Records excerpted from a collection
-- -- --

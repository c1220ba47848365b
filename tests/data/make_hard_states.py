"""Write tests/data/hard_root_states.csv: states whose holdup-root count is hard to get right.

Screening (run once, about 10 minutes on one core): 2e5 random states (seed 1717) for each of two
baseline closures (Churchill wall with the Andritsos-Hanratty or the smooth interface), plus the
issue-17 example (air-water, D 0.0402 m, vsl 0.0011 m/s, vsg 11.69 m/s, +2 deg). The reference
root count is independent of closure-nn's root finder: the combined residual
(closure_nn.physics.momentum.combined_residual, our one equation, float64) is evaluated on a
fine grid of 4,000 uniform points in h/D plus 40 log-spaced points below h/D = 1e-3, sign
changes are counted in numpy, and every bracket is refined with scipy.optimize.brentq one state
at a time. Candidates: every state where this reference and the solver as of commit cf8ff0b (40-point
grid, loaded from /tmp/holdup_roots_v0.py, i.e. `git show cf8ff0b:closure_nn/physics/holdup_roots.py`)
or the current solver disagree on the root count, and every state with three or more roots.
Stored: all candidates the cf8ff0b solver got wrong, plus 200 other candidates per closure.

Result of the run that wrote the file (2e5 states per closure): three or more roots in 551
(Andritsos-Hanratty) and 2,635 (smooth) states; the cf8ff0b solver's count differed from the
reference in 23 and 92 of them; the solver with turn detection in 0 and 0.

Run: .venv/bin/python tests/data/make_hard_states.py [n_states]
"""
from __future__ import annotations

import importlib.util
import math
import sys
from pathlib import Path

import numpy as np
import pandas as pd
import torch
from scipy.optimize import brentq

from closure_nn.closures.baseline import BaselineClosure
from closure_nn.physics.conditions import FIELD_NAMES, make_conditions
from closure_nn.physics.holdup_roots import find_roots
from closure_nn.physics.local_state import local_state
from closure_nn.physics.momentum import combined_residual, shear_stresses

CLOSURES = {"churchill_ah": BaselineClosure(wall="churchill", interface="andritsos_hanratty"),
            "churchill_smooth": BaselineClosure(wall="churchill", interface="smooth")}
FINE = np.unique(np.concatenate([np.logspace(-7, -3, 40, endpoint=False), np.linspace(1e-3, 1 - 1e-7, 4000)]))


def states(n: int, seed: int):
    rng = np.random.default_rng(seed)
    r = lambda: rng.random(n)  # noqa: E731
    c = dict(vsl=10 ** (-3 + 3 * r()), vsg=10 ** (-1 + 2.5 * r()), D=0.025 + 0.5 * r(),
             theta=np.radians(-10 + 20 * r()), roughness=5e-5 * r(), rhol=700 + 300 * r(),
             rhog=1 + 50 * r(), mul=10 ** (-3.3 + 1.5 * r()))
    ex = make_conditions(vsl=0.0011, vsg=11.69, D=0.0402, theta=math.radians(2.0))
    full = make_conditions(**c)
    return make_conditions(**{k: np.append(getattr(full, k).numpy(), getattr(ex, k).numpy()) for k in FIELD_NAMES})


def residual(cond1, closure, x: np.ndarray) -> np.ndarray:
    """Our combined residual [Pa/m] of ONE state (batch (1,)) at the h/D values x, float64."""
    with torch.no_grad():
        s = local_state(cond1, torch.as_tensor(x, dtype=torch.float64), "stratified")
        return combined_residual(s, shear_stresses(s, closure(s))).numpy()


def reference_roots(cond1, closure) -> list[float]:
    y = residual(cond1, closure, FINE)
    ok = np.isfinite(y)
    cells = np.nonzero(ok[:-1] & ok[1:] & (np.signbit(y[:-1]) != np.signbit(y[1:])))[0]
    f = lambda x: float(residual(cond1, closure, np.array([x]))[0])  # noqa: E731
    return [brentq(f, FINE[i], FINE[i + 1], xtol=1e-14) for i in cells]


def fine_counts(cond, closure, chunk: int = 100) -> np.ndarray:
    """Sign changes on the fine grid (a pre-screen, the same grid as reference_roots)."""
    out = []
    x = torch.as_tensor(FINE)
    with torch.no_grad():
        for i in range(0, cond.shape[0], chunk):
            c = cond[i:i + chunk].unsqueeze(-1)
            s = local_state(c, x.expand(c.shape[0], -1), "stratified")
            y = combined_residual(s, shear_stresses(s, closure(s))).numpy()
            ok = np.isfinite(y)
            out.append((ok[:, :-1] & ok[:, 1:] & (np.signbit(y[:, :-1]) != np.signbit(y[:, 1:]))).sum(1))
    return np.concatenate(out)


def main(n: int = 200_000) -> None:
    spec = importlib.util.spec_from_file_location("closure_nn.physics.holdup_roots_v0", "/tmp/holdup_roots_v0.py")
    old = importlib.util.module_from_spec(spec)
    sys.modules[spec.name] = old
    spec.loader.exec_module(old)
    cond = states(n, 1717)
    rows = []
    for name, closure in CLOSURES.items():
        n_new = find_roots(cond, closure).n_roots.numpy()
        _, n_old = old.find_all_roots(cond, closure)
        n_old = n_old.numpy()
        n_fine = fine_counts(cond, closure)
        cand = np.nonzero((n_fine != n_old) | (n_fine != n_new) | (n_fine >= 3))[0]
        print(name, "fine-grid 3+ roots:", int((n_fine >= 3).sum()), "old != fine:", int((n_old != n_fine).sum()),
              "new != fine:", int((n_new != n_fine).sum()), flush=True)
        for i in cand:
            ref = reference_roots(cond[i:i + 1], closure)
            row = {"closure": name, **{k: float(getattr(cond, k)[i]) for k in FIELD_NAMES},
                   "ref_n_roots": len(ref), "old_n_roots": int(n_old[i])}
            for k in range(3):
                row[f"ref_root_{k + 1}"] = ref[k] if k < len(ref) else float("nan")
            rows.append(row)
    out = Path(__file__).with_name("hard_root_states.csv")
    df = pd.DataFrame(rows)
    # keep the file small: every state the earlier solver got wrong + 200 others per closure (seeded)
    wrong = df.ref_n_roots != df.old_n_roots
    others = [g.sample(min(len(g), 200), random_state=0) for _, g in df[~wrong].groupby("closure")]
    df = pd.concat([df[wrong], *others]).sort_index()
    with out.open("w") as fh:
        fh.write("# Hard states for the holdup-root count; reference = fine-grid scan + scipy brentq "
                 "(tests/data/make_hard_states.py)\n")
        df.to_csv(fh, index=False, float_format="%.17g")
    print(out, len(df), "rows;", "old count wrong:", int((df.ref_n_roots != df.old_n_roots).sum()))


if __name__ == "__main__":
    main(int(sys.argv[1]) if len(sys.argv) > 1 else 200_000)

-- -- --

▶ [Work instruction]: Scan the records for the word "interface" and copy every line where it is found.

▶ [Solution to this problem]:
baseline closures (Churchill wall with the Andritsos-Hanratty or the smooth interface), plus the
CLOSURES = {"churchill_ah": BaselineClosure(wall="churchill", interface="andritsos_hanratty"),
            "churchill_smooth": BaselineClosure(wall="churchill", interface="smooth")}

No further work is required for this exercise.